Sensitive and resistant cells were plated in 12 well/plate at a density of 2.5 x 104 cells/well (2008-C13) or 1 x 105 cells/well (U2OS-U2OS-PT) in a final volume of 1 mL, upon harvesting with Trypsin 0.25% EDTA. Transfection complex was prepared in FBS free-Medium with esiRNA BNIP3 (Mission esiRNA, EHU112661–50UG, SIGMA) and of DharmaFECT transfection reagent (T-2004–03, Dharmacon-Ge Healthcare), according to the manufacturer instructions. The transfection mixture was dispensed at a concentration of 100 nM/well for 48 h. Then, cells were treated with cisplatin 1–5–10–25–50 μM for 24 h. Cell death was measured with Trypan Blue exclusion Assay as described above.

Clinicopathological, immunoblot and immunohistochemistry analyses of patient’s samples

Informed consent was obtained from each patient with histologically confirmed epithelial ovarian cancer to be used for research. The study was approved by the Institutional Review Board of the CRO Aviano National Cancer Institute, Italy. Freshly frozen tumour samples were collected from patients with primary epithelial ovarian cancer who underwent surgical resection, before any chemotherapeutic treatment and at disease recurrence, at CRO Aviano. Samples for immunoblot were used by preparing lysates in RIPA buffer (see section of Protein extraction) and by performing homogenization with Tissue Lyser Machine (Leica CM1850). For the second group of patient’s samples, informed consent was taken from Istituto Nazionale Tumori and the study was approved by the Independent Ethics Committee of Istituto Nazionale Tumori-IRCCS. G. Pascale, Italy. The ovarian cancer tissues were analyzed in two patients: C.P (platinum-sensitive ovarian cancer) and B.A (platinum-resistant patient). Immunohistochemistry was performed on formalin-fixed, paraffin-embedded sections of ovarian tumor biopsies. Paraffin slides were then deparaffinized in xylene and rehydrated through graded alcohols. Antigen retrieval was performed with slides heated in 0.0.1 M citrate buffer (pH 8.0.) in a bath for 10 min a 110 °C. The slides were rinsed with TBS and the endogenous peroxidase was inactivated with 3% hydrogen peroxide. After protein block (BSA 5% in PBS 1×), the slides were incubated with primary antibody to human TIM23 (dilution 1:350, OTI2F5, Invitrogen), TOM20 (dilution 1:300, FL-145, Santa-Cruz), BNIP3 (dilution 1:300, ab109362, Abcam). Sections were incubated with mouse anti-rabbit or goat anti-mouse secondary IgG biotinylated secondary antibody for 30 min. Immunoreactivity was visualized by means of avidin–biotin–peroxidase complex kit reagents (Novocastra, Newcastle, UK) as the chromogenic substrate. Finally, sections were weakly counterstained with haematoxylin and mounted. The analysis of clinical samples was performed by experienced pathologists and scientist in a blinded manner based on the mitochondrial staining intensity (TIM23 and BNIP3 markers) (0, negative; 1, weak; 2, moderate; and 3, strong) and the proportion of stained tumor cells (0–100%).

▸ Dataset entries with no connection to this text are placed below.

//! The list of what a finished folder holds: the SHA-256 of every file under `data/`, as `sha256sum -c` reads it.
//!
//! It shows a file that was changed by accident or in passing; who rewrites the list as well is not seen.

use super::fault::RecordFault;
use crate::canon;
use sha2::{Digest as _, Sha256};
use std::fs::{self, File};
use std::io::{self, Read};
use std::path::{Path, PathBuf};

/// Beside `data/`, in the folder.
pub const NAME: &str = "manifest-sha256.txt";

/// Bytes read at a time.
const CHUNK: usize = 1 << 16;

/// The list for a folder: a line a file, sorted by its path from the folder.
pub fn list(folder: &Path) -> Result<String, RecordFault> {
    let mut text = String::new();
    for (name, path) in files(folder)? {
        let digest = sha256(&path).map_err(|fault| RecordFault::disk("read", &path, &fault))?;
        text.push_str(&line(&digest, &name));
        text.push('\n');
    }
    Ok(text)
}

/// Holds the files under `data/` against the list.
///
/// # Errors
/// `Changed`, naming every file that is not as it was, is gone or came in since.
pub fn check(folder: &Path) -> Result<(), RecordFault> {
    let changed = |differences: Vec<String>| RecordFault::Changed {
        path: folder.to_owned(),
        differences: differences.join("\n"),
    };
    let text = match fs::read(folder.join(NAME)) {
        Ok(bytes) => String::from_utf8_lossy(&bytes).into_owned(),
        Err(fault) if fault.kind() == io::ErrorKind::NotFound => {
            return Err(changed(vec![format!(
                "{NAME}, which every finished run has, is gone"
            )]));
        }
        Err(fault) => return Err(RecordFault::disk("read", &folder.join(NAME), &fault)),
    };
    let found = files(folder)?;
    let mut listed: Vec<&str> = text.lines().collect();
    let mut differences = Vec::new();
    for (name, path) in &found {
        let at = listed.iter().position(|line| named(line) == escaped(name));
        let Some(at) = at else {
            differences.push(format!("{name} was not there when the run ended"));
            continue;
        };
        let listed = listed.swap_remove(at);
        // What stands in the place of a file may be anything, also something that never ends.
        let plain = fs::metadata(path).is_ok_and(|found| found.is_file());
        let digest = if plain { sha256(path).ok() } else { None };
        let same = digest.is_some_and(|digest| line(&digest, name) == listed);
        if !same {
            differences.push(format!("{name} is not as it was when the run ended"));
        }
    }
    for line in listed {
        differences.push(format!(
            "{} was there when the run ended, and is gone",
            named(line)
        ));
    }
    if differences.is_empty() {
        Ok(())
    } else {
        Err(changed(differences))
    }
}

/// As `sha256sum` writes it: where a name had to be escaped, a backslash leads the line.
fn line(digest: &str, name: &str) -> String {
    let escaped = escaped(name);
    let mark = if escaped == name { "" } else { "\\" };
    format!("{mark}{digest}  {escaped}")
}

/// A name as it stands in a line.
fn escaped(name: &str) -> String {
    let name = name.replace('\\', "\\\\").replace('\n', "\\n");
    name.replace('\r', "\\r")
}

/// The name in a line.
fn named(line: &str) -> &str {
    line.split_once("  ").map_or(line, |(_, name)| name)
}

/// Everything under `data/` that is no folder, by its path from the top with `/` between, sorted.
fn files(folder: &Path) -> Result<Vec<(String, PathBuf)>, RecordFault> {
    let mut files = Vec::new();
    let mut folders = vec![("data".to_owned(), folder.join("data"))];
    while let Some((name, path)) = folders.pop() {
        let disk = |fault| RecordFault::disk("read", &path, &fault);
        let entries = match fs::read_dir(&path) {
            Ok(entries) => entries,
            // All that is listed is then told to be gone.
            Err(fault) if fault.kind() == io::ErrorKind::NotFound => continue,
            Err(fault) => return Err(disk(fault)),
        };
        for entry in entries {
            let entry = entry.map_err(disk)?;
            let inner = format!("{name}/{}", entry.file_name().to_string_lossy());
            let found = (inner, entry.path());
            if entry.file_type().map_err(disk)?.is_dir() {
                folders.push(found);
            } else {
                files.push(found);
            }
        }
    }
    files.sort();
    Ok(files)
}

/// In hexadecimal, of a file of any length.
fn sha256(path: &Path) -> io::Result<String> {
    let mut file = File::open(path)?;
    let mut hash = Sha256::new();
    let mut chunk = vec![0; CHUNK];
    loop {
        match file.read(&mut chunk) {
            Ok(0) => return Ok(canon::hex(&hash.finalize().into())),
            Ok(count) => hash.update(&chunk[..count]),
            Err(fault) if fault.kind() == io::ErrorKind::Interrupted => {}
            Err(fault) => return Err(fault),
        }
    }
}

#[cfg(test)]
mod tests {
    use super::*;

    fn sealed() -> tempfile::TempDir {
        let folder = tempfile::tempdir().unwrap();
        let path = folder.path();
        fs::create_dir_all(path.join("data/inputs")).unwrap();
        fs::write(path.join("data/a.json"), "abc").unwrap();
        fs::write(path.join("data/inputs/b c.csv"), vec![7; 3 * CHUNK + 1]).unwrap();
        fs::write(path.join("data/inputs/odd\\one\nof two.csv"), "abc").unwrap();
        fs::write(path.join("journal"), "not listed").unwrap();
        fs::write(path.join(NAME), list(path).unwrap()).unwrap();
        folder
    }

    fn told(folder: &Path) -> String {
        match check(folder) {
            Ok(()) => String::new(),
            Err(fault) => {
                assert!(matches!(fault, RecordFault::Changed { .. }), "{fault:?}");
                fault.to_string()
            }
        }
    }

    #[test]
    fn the_list_is_sorted_and_plain() {
        let folder = sealed();
        let text = fs::read_to_string(folder.path().join(NAME)).unwrap();
        let lines: Vec<&str> = text.lines().collect();
        // FIPS 180-4 example "abc" (from memory).
        let abc = "ba7816bf8f01cfea414140de5dae2223b00361a396177a9cb410ff61f20015ad";
        assert_eq!(lines.len(), 3);
        assert_eq!(lines[0], format!("{abc}  data/a.json"));
        assert!(lines[1].ends_with("  data/inputs/b c.csv"));
        let odd = format!("\\{abc}  data/inputs/odd\\\\one\\nof two.csv");
        assert_eq!(lines[2], odd);
        assert_eq!(told(folder.path()), "");
    }

    #[test]
    fn what_changed_came_or_went_is_named() {
        let folder = sealed();
        let path = folder.path();
        fs::write(path.join("journal"), "changed").unwrap();
        assert_eq!(told(path), "");
        fs::write(path.join("data/a.json"), "abd").unwrap();
        fs::write(path.join("data/inputs/c.csv"), "").unwrap();
        fs::remove_file(path.join("data/inputs/b c.csv")).unwrap();
        let told = told(path);
        for part in [
            "data/a.json is not as it was when the run ended",
            "data/inputs/c.csv was not there",
            "data/inputs/b c.csv was there",
        ] {
            assert!(told.contains(part), "{part} is missing in:\n{told}");
        }
        assert!(!told.contains("odd"), "{told}");
    }

    #[test]
    fn without_its_list_nothing_is_trusted() {
        let folder = sealed();
        fs::remove_file(folder.path().join(NAME)).unwrap();
        assert!(told(folder.path()).contains(NAME));
        let folder = sealed();
        fs::remove_dir_all(folder.path().join("data")).unwrap();
        assert!(told(folder.path()).contains("data/a.json was there"));
    }
}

TCGA data retrieval and annotation

We retrieved processed RNA-seq data from the National Cancer Institute (NCI) Genomic Data Commons (GDC) repository. Specifically, we used the “TCGAbiolinks” R package [58] to download gene expression quantification (HTSeq - FPKM-UQ workflow) of all samples belonging to the TCGA-OV project. Clinical annotation was extracted from Table S1 of [36] and cross-referenced with RNA-seq measurements using the available patient barcodes.

Statistical analyses

All data are expressed as mean ± SEM. A minimum of three independent experiments were performed with similar results. Standard ANOVA procedures followed by multiple pairwise comparison adjusted with Bonferroni corrections were performed for cell viability assays. Unpaired Student’s t-tests, two-sided, were used to analyze all the other results. Significance was considered at p < 0.05. Outliers were removed when not in the range of MEAN ± (1.5* S. D.).